[[ PROVIDED RECORDS open ]]
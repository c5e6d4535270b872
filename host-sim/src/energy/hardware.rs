//! The node's electrical and timing figures for the energy budget: every
//! figure is a parameter with a documented default and where that default
//! comes from. A hardware file (TOML) overrides any of them:
//!
//! ```toml
//! [mcu]
//! run_ma = 6.3      # LDO instead of the DC/DC regulator
//! [cell]
//! capacity_mah = 8500
//! ```
//!
//! Unknown sections or keys, values that are not numbers and values out of
//! range are refused with the file and the key named.

use std::collections::BTreeMap;
use std::path::Path;

use crate::error::CliError;

/// One parameter: key, default, unit, allowed range, source of the default.
#[derive(Clone, Copy, Debug)]
pub struct ParamDef {
    /// `section.key` as written in a hardware file.
    pub key: &'static str,
    /// Default value.
    pub default: f64,
    /// Unit.
    pub unit: &'static str,
    /// Smallest accepted value.
    pub min: f64,
    /// Largest accepted value.
    pub max: f64,
    /// What the figure is and where the default comes from.
    pub source: &'static str,
}

macro_rules! params {
    ($( $id:ident = ($key:literal, $default:expr, $unit:literal, $min:expr, $max:expr, $source:literal); )*) => {
        /// A parameter of [`Hardware`].
        #[derive(Clone, Copy, Debug, PartialEq, Eq)]
        #[allow(missing_docs)]
        pub enum P { $( $id, )* }

        #[allow(non_upper_case_globals)]
        mod defs {
            use super::ParamDef;
            $( pub const $id: ParamDef = ParamDef { key: $key, default: $default, unit: $unit, min: $min, max: $max, source: $source }; )*
        }

        /// Every parameter, in [`P`] order.
        pub const PARAMS: &[ParamDef] = &[ $( defs::$id, )* ];

        const ALL: &[P] = &[ $( P::$id, )* ];

        impl P {
            /// Its definition.
            pub fn def(self) -> &'static ParamDef {
                match self { $( P::$id => &defs::$id, )* }
            }
        }
    };
}

params! {
    InstrPerSample = ("cpu.instr_per_sample", 178.06, "instr/sample", 1.0, 1e5,
        "whole node pipeline per input sample, QEMU mps2-an386 -icount (docs/benchmarks.md, qemu-bench `pipeline_per_sample`)");
    InstrPerBlock = ("cpu.instr_per_block", 1210.0, "instr/block", 0.0, 1e7,
        "sample ring copy in and out per 256-sample block, 617 + 593 (docs/benchmarks.md, `ring_push` + `ring_pop`)");
    InstrFinish = ("cpu.instr_finish", 881_884.0, "instr", 0.0, 1e10,
        "end of record: defect search and report (docs/benchmarks.md, `pipeline_finish`)");
    ClockMhz = ("mcu.clock_mhz", 64.0, "MHz", 1.0, 1000.0,
        "nRF52840 CPU clock (nRF52840 Product Specification, CPU section)");
    Cpi = ("mcu.cpi", 1.0, "cycles/instr", 0.5, 10.0,
        "assumption: one cycle per instruction, the lower bound QEMU counts give; FP latencies and flash wait states raise it (not measured)");
    RunMa = ("mcu.run_ma", 3.3, "mA", 0.0, 1000.0,
        "nRF52840 CPU running from flash at 64 MHz, DC/DC at 3 V (nRF52840 Product Specification, Current consumption: CPU running; from memory, 6.3 mA with the LDO)");
    SleepUa = ("mcu.sleep_ua", 3.16, "uA", 0.0, 10_000.0,
        "nRF52840 System ON, full RAM retention, RTC wake-up (nRF52840 Product Specification, Current consumption: Sleep; from memory)");
    SamplingMa = ("adc.sampling_ma", 1.0, "mA", 0.0, 1000.0,
        "SAADC with EasyDMA and the 16 MHz clock running while sampling, CPU waiting between blocks (nRF52840 Product Specification, Current consumption: SAADC active; from memory, order of magnitude)");
    SensorMa = ("sensor.on_ma", 1.0, "mA", 0.0, 1000.0,
        "assumption: a wide-band MEMS accelerometer and its front end powered through the sensor switch (from memory, typical of such parts)");
    SettleMs = ("sensor.settle_ms", 200.0, "ms", 0.0, 10_000.0,
        "sensor power-on and settling before sampling: the node's default `settle_ms` (wire/src/config.rs)");
    TxMa = ("radio.tx_ma", 29.0, "mA", 0.0, 1000.0,
        "SX1276 transmitting at +13 dBm on the RFO pin (SX1276/77/78/79 datasheet, section 2.5.1 Power Consumption, IDDT; from memory; +17 dBm on PA_BOOST: 87 mA)");
    RxMa = ("radio.rx_ma", 10.8, "mA", 0.0, 1000.0,
        "SX1276 receiving, LoRa 125 kHz, LnaBoost off (SX1276 datasheet, section 2.5.1, IDDR_L; from memory)");
    RadioSleepUa = ("radio.sleep_ua", 0.2, "uA", 0.0, 10_000.0,
        "SX1276 sleep (SX1276 datasheet, section 2.5.1, IDDSL; from memory)");
    MacOverhead = ("radio.mac_overhead_bytes", 13.0, "bytes", 0.0, 64.0,
        "LoRaWAN 1.0 uplink framing around the application payload: MHDR 1 + DevAddr 4 + FCtrl 1 + FCnt 2 + FPort 1 + MIC 4 (LoRaWAN specification, MAC message formats; common practice)");
    Preamble = ("radio.preamble_symbols", 8.0, "symbols", 6.0, 65_535.0,
        "LoRaWAN preamble (LoRaWAN Regional Parameters; common practice)");
    CodingRate = ("radio.coding_rate", 5.0, "4/x", 5.0, 8.0,
        "coding rate 4/5 of LoRaWAN uplinks (LoRaWAN Regional Parameters; common practice)");
    Rx1Symbols = ("radio.rx1_symbols", 8.0, "symbols", 0.0, 1000.0,
        "assumption: a receive window without a downlink stays open about 8 symbols (preamble detection timeout; from memory)");
    Rx2Symbols = ("radio.rx2_symbols", 8.0, "symbols", 0.0, 1000.0,
        "assumption: as RX1, at the RX2 data rate");
    Rx2Sf = ("radio.rx2_sf", 12.0, "SF", 6.0, 12.0,
        "RX2 window at DR0 = SF12/125 kHz, the EU868 default (LoRaWAN Regional Parameters; some networks use SF9)");
    Rx2BwKhz = ("radio.rx2_bw_khz", 125.0, "kHz", 7.8, 500.0,
        "RX2 bandwidth, EU868 default (LoRaWAN Regional Parameters)");
    QuiescentUa = ("board.quiescent_ua", 1.0, "uA", 0.0, 10_000.0,
        "assumption: load switch, supervisor and leakage of the board while asleep (not from a datasheet)");
    CapacityMah = ("cell.capacity_mah", 2_600.0, "mAh", 1.0, 1e7,
        "AA-size lithium thionyl chloride (Li-SOCl2) bobbin cell, nominal capacity (from memory of such cells' datasheets; C size about 8,500, D size about 19,000)");
    CellV = ("cell.voltage_v", 3.6, "V", 0.5, 60.0,
        "nominal voltage of a Li-SOCl2 cell (from memory); energies are charge x this voltage");
    SelfDischarge = ("cell.self_discharge_pct_per_year", 1.0, "%/year", 0.0, 100.0,
        "self-discharge of a Li-SOCl2 bobbin cell at 20 C, of nominal capacity per year (from memory)");
    UsablePct = ("cell.usable_pct", 100.0, "%", 1.0, 100.0,
        "share of the nominal capacity the node can use; lower it for cold sites or for the radio's pulses without a buffer capacitor (assumption)");
}

/// Where a parameter's value came from.
#[derive(Clone, Debug, PartialEq)]
pub enum Origin {
    /// The documented default.
    Default,
    /// A hardware file.
    File(String),
    /// A command-line option.
    Option(&'static str),
}

/// The figures of one node.
#[derive(Clone, Debug)]
pub struct Hardware {
    values: Vec<f64>,
    origins: Vec<Origin>,
}

impl Default for Hardware {
    fn default() -> Self {
        Self {
            values: PARAMS.iter().map(|d| d.default).collect(),
            origins: vec![Origin::Default; PARAMS.len()],
        }
    }
}

impl Hardware {
    /// The value of `p`.
    pub fn get(&self, p: P) -> f64 {
        self.values
            .get(p as usize)
            .copied()
            .unwrap_or(p.def().default)
    }

    /// Where the value of `p` came from.
    pub fn origin(&self, p: P) -> &Origin {
        self.origins.get(p as usize).unwrap_or(&Origin::Default)
    }

    /// Sets `p` after checking its range; `Err` names the key.
    pub fn set(&mut self, p: P, v: f64, origin: Origin) -> Result<(), RangeError> {
        let d = p.def();
        if !(v.is_finite() && v >= d.min && v <= d.max) {
            return Err(RangeError {
                key: d.key,
                value: v,
                min: d.min,
                max: d.max,
                unit: d.unit,
            });
        }
        if let (Some(slot), Some(o)) = (
            self.values.get_mut(p as usize),
            self.origins.get_mut(p as usize),
        ) {
            *slot = v;
            *o = origin;
        }
        Ok(())
    }

    /// Every parameter with its value and origin, in table order.
    pub fn rows(&self) -> impl Iterator<Item = (&'static ParamDef, f64, &Origin)> + '_ {
        ALL.iter().map(|&p| (p.def(), self.get(p), self.origin(p)))
    }

    /// Reads a hardware file over the defaults.
    pub fn load(path: &Path) -> Result<Self, CliError> {
        let text = std::fs::read_to_string(path).map_err(|e| {
            CliError::input(path.display(), format!("cannot read hardware file: {e}"))
        })?;
        Self::parse(&text, &path.display().to_string())
            .map_err(|m| CliError::input(path.display(), m))
    }

    /// Parses hardware-file text; the error names the key (or the TOML line).
    pub fn parse(text: &str, source: &str) -> Result<Self, HardwareFileError> {
        let table: toml::Table =
            toml::from_str(text).map_err(|e| HardwareFileError::Toml(e.to_string()))?;
        let by_key: BTreeMap<&str, P> = ALL.iter().map(|&p| (p.def().key, p)).collect();
        let sections: Vec<&str> = {
            let mut s: Vec<&str> = PARAMS
                .iter()
                .filter_map(|d| d.key.split_once('.').map(|(a, _)| a))
                .collect();
            s.dedup();
            s
        };
        let mut hw = Self::default();
        for (section, body) in &table {
            let Some(body) = body.as_table() else {
                return Err(HardwareFileError::NotSection {
                    section: section.clone(),
                    sections: sections.join(", "),
                });
            };
            if !sections.contains(&section.as_str()) {
                return Err(HardwareFileError::UnknownSection {
                    section: section.clone(),
                    sections: sections.join(", "),
                });
            }
            for (key, value) in body {
                let full = format!("{section}.{key}");
                let Some(&p) = by_key.get(full.as_str()) else {
                    let known: Vec<&str> = PARAMS
                        .iter()
                        .filter_map(|d| d.key.strip_prefix(&format!("{section}.")))
                        .collect();
                    return Err(HardwareFileError::UnknownKey {
                        key: full,
                        section: section.clone(),
                        known: known.join(", "),
                    });
                };
                let v = match value {
                    toml::Value::Float(x) => *x,
                    toml::Value::Integer(i) => {
                        // hardware figures are far below 2^53
                        #[allow(clippy::cast_precision_loss)]
                        let x = *i as f64;
                        x
                    }
                    other => {
                        return Err(HardwareFileError::NotNumber {
                            key: full,
                            unit: p.def().unit,
                            found: other.type_str(),
                        })
                    }
                };
                hw.set(p, v, Origin::File(source.to_string()))
                    .map_err(HardwareFileError::Range)?;
            }
        }
        Ok(hw)
    }
}

/// A value outside its parameter's range ([`Hardware::set`]).
#[derive(Debug, Clone, PartialEq)]
pub struct RangeError {
    /// The parameter's key.
    pub key: &'static str,
    /// The value given.
    pub value: f64,
    /// Lowest allowed.
    pub min: f64,
    /// Highest allowed.
    pub max: f64,
    /// Unit of the parameter.
    pub unit: &'static str,
}

impl std::fmt::Display for RangeError {
    fn fmt(&self, f: &mut std::fmt::Formatter<'_>) -> std::fmt::Result {
        write!(
            f,
            "{}: {} is outside {} ..= {} {}",
            self.key, self.value, self.min, self.max, self.unit
        )
    }
}

impl std::error::Error for RangeError {}

/// Why a hardware file was refused ([`Hardware::parse`]); the text names
/// the section or key (or the TOML line).
#[derive(Debug, Clone, PartialEq)]
pub enum HardwareFileError {
    /// Not TOML (the parser's message names the line).
    Toml(String),
    /// A top-level key that is not a section.
    NotSection {
        /// The key.
        section: String,
        /// The known sections, comma-separated.
        sections: String,
    },
    /// A section that does not exist.
    UnknownSection {
        /// The section.
        section: String,
        /// The known sections, comma-separated.
        sections: String,
    },
    /// A key that its section does not take.
    UnknownKey {
        /// `section.key`.
        key: String,
        /// The section.
        section: String,
        /// The keys it takes, comma-separated.
        known: String,
    },
    /// A value that is not a number.
    NotNumber {
        /// `section.key`.
        key: String,
        /// Unit of the parameter.
        unit: &'static str,
        /// TOML type found.
        found: &'static str,
    },
    /// A number outside the parameter's range.
    Range(RangeError),
}

impl std::fmt::Display for HardwareFileError {
    fn fmt(&self, f: &mut std::fmt::Formatter<'_>) -> std::fmt::Result {
        match self {
            Self::Toml(e) => f.write_str(e),
            Self::NotSection { section, sections } => write!(
                f,
                "`{section}`: expected a section [{section}]; sections are {sections}"
            ),
            Self::UnknownSection { section, sections } => {
                write!(f, "[{section}]: unknown section; sections are {sections}")
            }
            Self::UnknownKey {
                key,
                section,
                known,
            } => write!(f, "{key}: unknown key; [{section}] takes {known}"),
            Self::NotNumber { key, unit, found } => {
                write!(f, "{key}: expected a number ({unit}), found {found}")
            }
            Self::Range(e) => write!(f, "{e}"),
        }
    }
}

impl std::error::Error for HardwareFileError {}

#[cfg(test)]
mod tests {
    use super::*;

    #[test]
    fn every_parameter_has_a_source_and_a_default_in_range() {
        assert_eq!(PARAMS.len(), ALL.len());
        for (i, d) in PARAMS.iter().enumerate() {
            assert_eq!(ALL[i] as usize, i);
            assert!(!d.source.is_empty(), "{}", d.key);
            assert!(d.default >= d.min && d.default <= d.max, "{}", d.key);
            assert!(d.key.contains('.'), "{}", d.key);
        }
    }

    #[test]
    fn a_file_overrides_and_names_bad_keys() {
        let hw = Hardware::parse(
            "[mcu]\nrun_ma = 6.3\n[cell]\ncapacity_mah = 8500\n",
            "hw.toml",
        )
        .unwrap();
        assert_eq!(hw.get(P::RunMa), 6.3);
        assert_eq!(hw.get(P::CapacityMah), 8500.0);
        assert_eq!(hw.origin(P::RunMa), &Origin::File("hw.toml".into()));
        assert_eq!(hw.get(P::SleepUa), 3.16);
        assert_eq!(hw.origin(P::SleepUa), &Origin::Default);
        let cases = [
            ("[mcu]\nrun_mA = 3\n", "mcu.run_mA: unknown key"),
            ("[cpu2]\nx = 1\n", "[cpu2]: unknown section"),
            ("[mcu]\nrun_ma = \"3\"\n", "mcu.run_ma: expected a number"),
            ("[mcu]\nrun_ma = -1.0\n", "mcu.run_ma: -1 is outside"),
            (
                "[cell]\nself_discharge_pct_per_year = 120\n",
                "cell.self_discharge_pct_per_year",
            ),
            ("[radio]\nrx2_sf = 13\n", "radio.rx2_sf"),
            ("mcu = 3\n", "`mcu`: expected a section"),
            ("[mcu\n", "line 1"),
        ];
        for (text, want) in cases {
            let err = Hardware::parse(text, "hw.toml").unwrap_err().to_string();
            assert!(err.contains(want), "{text:?}: {err}");
        }
    }
}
[[ PROVIDED RECORDS closed ]]
Return every line of the entries above that the string "order" appears in.

• YOUR RESPONSE:
        /// Every parameter, in [`P`] order.
        "SAADC with EasyDMA and the 16 MHz clock running while sampling, CPU waiting between blocks (nRF52840 Product Specification, Current consumption: SAADC active; from memory, order of magnitude)");
    /// Every parameter with its value and origin, in table order.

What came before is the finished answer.